Superfund Research Program
Genomics and Analytical Chemistry
Project Leader: Daniel K. Nomura
Co-Investigator: Martyn T. Smith
Grant Number: P42ES004705
Funding Period: 2006-2017
Project-Specific Links
Final Progress Reports
Year: 2016 2010
Over the past year, the Genomic and Analytical Chemistry Core has been developing and applying an innovative chemoproteomic strategy termed Isotopic Tandem Orthogonal Proteolysis-enabled Activity-based Protein Profiling (isoTOP-ABPP) to map proteome-wide targets of various environmental chemicals to better understand their toxicological mechanisms. IsoTOP-ABPP uses reactivity-based chemical probes to map proteome-wide reactive, functional, and ligandable hotspots directly in complex proteomes.
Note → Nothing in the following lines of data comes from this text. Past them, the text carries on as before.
"""The canary: whether a kernel that rounds for itself really rounds in the format that it claims, seen from outside.

The kernel of a format f is held against the kernel of every wider format on the same draws, those of f, which a wider
format has all. A kernel that only stores in f what it computes in a wider format gives the wider results, rounded once.
The same is tried on draws that shrink to nothing by powers of two: where a state in f loses additions, one in a wider
format still moves. What a kernel does between two roundings of its state cannot be seen from outside: a wider
intermediate inside an expression, a product fused into a sum, or an approximate function give other roundings, in the
same places and of the same size. That takes an emulated source to compare with.
"""

from __future__ import annotations

import math
from collections.abc import Mapping, Sequence
from dataclasses import dataclass

import numpy as np
import numpy.typing as npt

from narrowgauge.arithmetic.arithmetic import arithmetic_named
from narrowgauge.arithmetic.formats import FORMATS, Format
from narrowgauge.draws.coarsen import Draws, fine_draws, inside
from narrowgauge.kernel.auditfile import AuditFile
from narrowgauge.kernel.raised import kept_apart
from narrowgauge.measure.arms import REFERENCE
from narrowgauge.measure.calls import Caller, Quantities
from narrowgauge.record.canary import CanaryEntry, Finding

__all__ = ["MOST_STEPS", "Canary"]

MOST_STEPS = 64  # of a path on the level of the canary, the finest such: enough for roundings to add up
# Results of a wider format rounded once agree in all but the few paths where two wider formats round to two sides. A
# state that is rounded in f at every step agrees where its errors cancel, in well under nine paths of ten. Results that
# a wider format has in f anyway, such as a payoff of 0, tell nothing and are left out; so many others are needed.
_ALIKE, _TELLING = 0.99, 32
_PARTS = 7  # draws of one path in the shrinking ones: as many parts of the largest
_FEW = 5  # values of a quantity that counts something, such as a yes/no payoff: rounding rarely shows in it
# Rounding a result once errs by a third of u |P| or so in the median; a kernel in f errs by more.
_TOO_EXACT = 0.05
# The error of a format is about u: one that is nearer than this to that of a format with 8 bits less is not its own.
_NOT_ITS_OWN, _BITS_APART = 1 / 16, 8

Doubles = npt.NDArray[np.float64]
_Shares = Mapping[str, float | None]


@dataclass(frozen=True, slots=True)
class _Runs:
    """One kind of draws of one arm: what the arm gives on them, and what every wider one gives."""

    own: Quantities
    wider: dict[str, Quantities]

    def shares(self, quantity: str, form: Format | None, names: Sequence[str]) -> _Shares:
        """Return, for each of these wider arms, how often its result is the arm's own, rounded to `form` if given."""
        return {name: _share(self.own[quantity], self.wider[name][quantity], form) for name in names}


class Canary:
    """Canary runs of all arms, `callers` by arm, on the draws of one block of one level."""

    def __init__(self, file: AuditFile, draws: Draws, level: int, callers: Mapping[str, Caller]) -> None:
        self._file, self._draws, self._level = file, draws, level
        self._callers = {arm: callers[arm] for arm in sorted(callers, key=_precision)}

    def entries(self) -> list[CanaryEntry]:
        """Return what every arm shows, quantity by quantity, least precise first; arms that raise are left out."""
        runs: dict[str, tuple[_Runs, _Runs]] = {}
        for arm in self._callers:
            with kept_apart(self._level, arm):  # an arm that raises is left out: the measurement keeps what it raises
                runs[arm] = self._runs(arm)
        if REFERENCE not in runs:  # it runs on usual draws, and raises on the shrinking ones of the canary alone
            return []
        found: dict[tuple[str, str], CanaryEntry] = {}
        for quantity in runs[REFERENCE][0].own:
            errors = {
                arm: _median_error(one.own[quantity], one.wider[REFERENCE][quantity])
                for arm, (one, _) in runs.items()
                if arm != REFERENCE
            }
            true = list(runs)  # a wider format that is a narrower one in truth is nothing to be held against
            for arm in reversed(runs):
                entry = found[arm, quantity] = self._entry(arm, quantity, runs[arm], errors, true)
                if entry.finding == "narrower":
                    true.remove(arm)
        return [found[arm, quantity] for arm in runs for quantity in runs[REFERENCE][0].own]

    def _runs(self, arm: str) -> tuple[_Runs, _Runs]:
        drawn = fine_draws(self._draws, arithmetic_named(arm))
        wider = [name for name in self._callers if FORMATS[name].includes(FORMATS[arm]) and name != arm]

        def on(given: npt.NDArray[np.floating]) -> _Runs:
            return _Runs(self._given(arm, given), {name: self._given(name, given) for name in wider})

        return on(drawn), on(self._shrinking(arm, drawn.shape))

    def _entry(
        self, arm: str, quantity: str, runs: tuple[_Runs, _Runs], errors: Mapping[str, float], true: Sequence[str]
    ) -> CanaryEntry:
        form, (usual, small) = FORMATS[arm], runs
        values = usual.own[quantity]
        names = [name for name in usual.wider if name in true]
        once, once_small = usual.shares(quantity, form, names), small.shares(quantity, form, names)
        outside = int(np.count_nonzero(~_same(_rounded(values, form), values)))
        error = errors.get(arm, math.nan)
        reference = usual.wider.get(REFERENCE, usual.own)[quantity]
        finding, like = self._narrower(arm, values, errors, counts=_whole(reference))
        if finding is None:
            exact = usual.shares(quantity, None, names)
            finding, like = _finding((once, once_small, exact), outside, error / form.unit_roundoff)
        return CanaryEntry(
            arm=arm,
            quantity=quantity,
            level=self._level,
            paths=values.size,
            finding=finding,
            like=like,
            outside=outside,
            rounded_once=_largest(once),
            rounded_once_small=_largest(once_small),
            error=error / form.unit_roundoff if math.isfinite(error) else None,
        )

    def _narrower(
        self, arm: str, values: Doubles, errors: Mapping[str, float], *, counts: bool
    ) -> tuple[Finding | None, str | None]:
        """Return whether results have, or err like, a narrower format, and which; None where nothing says so.

        Of a quantity that `counts`, whole numbers in every format, nothing can be told.
        """
        if np.unique(values[np.isfinite(values)]).size <= _FEW or counts:
            return "unknown", None
        narrower = [name for name in self._callers if FORMATS[arm].includes(FORMATS[name]) and name != arm]
        within = [name for name in narrower if _same(_rounded(values, FORMATS[name]), values).all()]
        if within:
            return "narrower", within[0]
        far = [
            name
            for name, error in errors.items()
            if _precision(arm) - _precision(name) >= _BITS_APART
            and error >= _TOO_EXACT * FORMATS[name].unit_roundoff
            and errors.get(arm, 0.0) > error * _NOT_ITS_OWN
        ]
        if far:
            return "narrower", min(far, key=lambda name: abs(math.log(errors[arm] / errors[name])))
        return None, None

    def _given(self, arm: str, drawn: npt.NDArray[np.floating]) -> Quantities:
        """Run one arm on carriers of another, all of whose values it has."""
        carrier = FORMATS[arm].carrier
        return self._callers[arm].on_array(np.array(drawn, carrier), self._level)

    def _shrinking(self, arm: str, shape: tuple[int, ...]) -> npt.NDArray[np.floating]:
        """Return draws that are alike in every step and factor, of either sign, from usual ones down to nothing.

        They differ from step to step, since a number added to itself a power of two times needs no rounding.
        """
        form, paths = FORMATS[arm], shape[-1]
        bits = form.precision + 6.0
        sizes = np.exp2(-bits * np.arange(paths) / paths) * np.where(np.arange(paths) % 2, -1.0, 1.0)
        takes, arithmetic = self._draws.takes, arithmetic_named(arm)
        if takes == "increments":
            sizes *= math.sqrt(self._file.ladder.step_size(self._level))
        parts = 1.0 - np.arange(math.prod(shape[:-1])).reshape(*shape[:-1], 1) % _PARTS / (_PARTS + 1)
        drawn = arithmetic.cast(0.5 + 0.5 * sizes * parts if takes == "uniforms" else sizes * parts)
        return inside(drawn, arithmetic) if takes == "uniforms" else drawn


def _finding(shares: tuple[_Shares, _Shares, _Shares], outside: int, error: float) -> tuple[Finding, str | None]:
    """Return what shares of the wider results come to, rounded on both kinds of draws and exact; `error` is in u."""
    once, once_small, exact = shares
    alike = [name for name in once if _alike(exact[name])]
    if alike and outside:
        return "wider", max(alike, key=lambda name: (exact[name] or 0.0, _precision(name)))
    alike = [name for name in once if _alike(once[name]) and _alike(once_small[name])]
    if alike:
        return "result only", max(alike, key=lambda name: once[name] or 0.0)
    if not once or None in once.values() or any(_alike(once[name]) and once_small[name] is None for name in once):
        return "unknown", None
    if error < _TOO_EXACT:
        return ("wider", None) if outside else ("unknown", None)
    return "rounds", None


def _precision(arm: str) -> int:
    return FORMATS[arm].precision


def _whole(values: Doubles) -> bool:
    return bool(np.all(values[np.isfinite(values)] % 1.0 == 0.0))


def _rounded(values: Doubles, form: Format) -> Doubles:
    with np.errstate(all="ignore"):
        return arithmetic_named(form.name).cast(values).astype(np.float64)


def _same(here: Doubles, there: Doubles) -> npt.NDArray[np.bool_]:
    return np.asarray((here == there) | (np.isnan(here) & np.isnan(there)))


def _share(values: Doubles, wide: Doubles, form: Format | None = None) -> float | None:
    """Return in which share of paths a result is the wider one, rounded once to `form` if that is given.

    Paths whose wide result needs no rounding, and that agree, are left out; None where too few are left.
    """
    expected = wide if form is None else _rounded(wide, form)
    found = values if form is None else _rounded(values, form)
    agree = _same(found, expected)
    telling = ~agree | (np.ones_like(agree) if form is None else ~_same(expected, wide))
    return float(np.mean(agree[telling])) if np.count_nonzero(telling) >= _TELLING else None


def _alike(share: float | None) -> bool:
    return share is not None and share >= _ALIKE


def _largest(shares: _Shares) -> float | None:
    return max((share for share in shares.values() if share is not None), default=None)


def _median_error(values: Doubles, reference: Doubles) -> float:
    """Return the median of |P - P_ref| / |P_ref|, over paths where that can be told; NaN if there are none."""
    with np.errstate(all="ignore"):
        relative = np.abs(values - reference) / np.abs(reference)
    known = relative[np.isfinite(relative)]
    return float(np.median(known)) if known.size else math.nan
When used in a competitive manner, small-molecules can be competed against binding of reactivity-based probes to ligandable hotspots to identify targets and off-targets of environmental chemicals. The Core has used isoTOP-ABPP to recently characterize the toxicological mechanisms of the widely used herbicides, acetochlor and glyphosate. They show that both chemicals, acetochlor in its parent form and glyphosate through its metabolism to glyoxylate, inhibit the catalytic cysteines of several thiolases involved in fatty acid oxidation in vivo in mouse liver. They show that inhibition of these targets leads to a diversion of fatty acids away from degradation and towards other lipid pathways, including triglycerides leading to hepatic steatosis. These studies have been accepted to American Chemical Society (ACS) Chemical Biology and Cell Chemical Biology, and will be published in the very near future.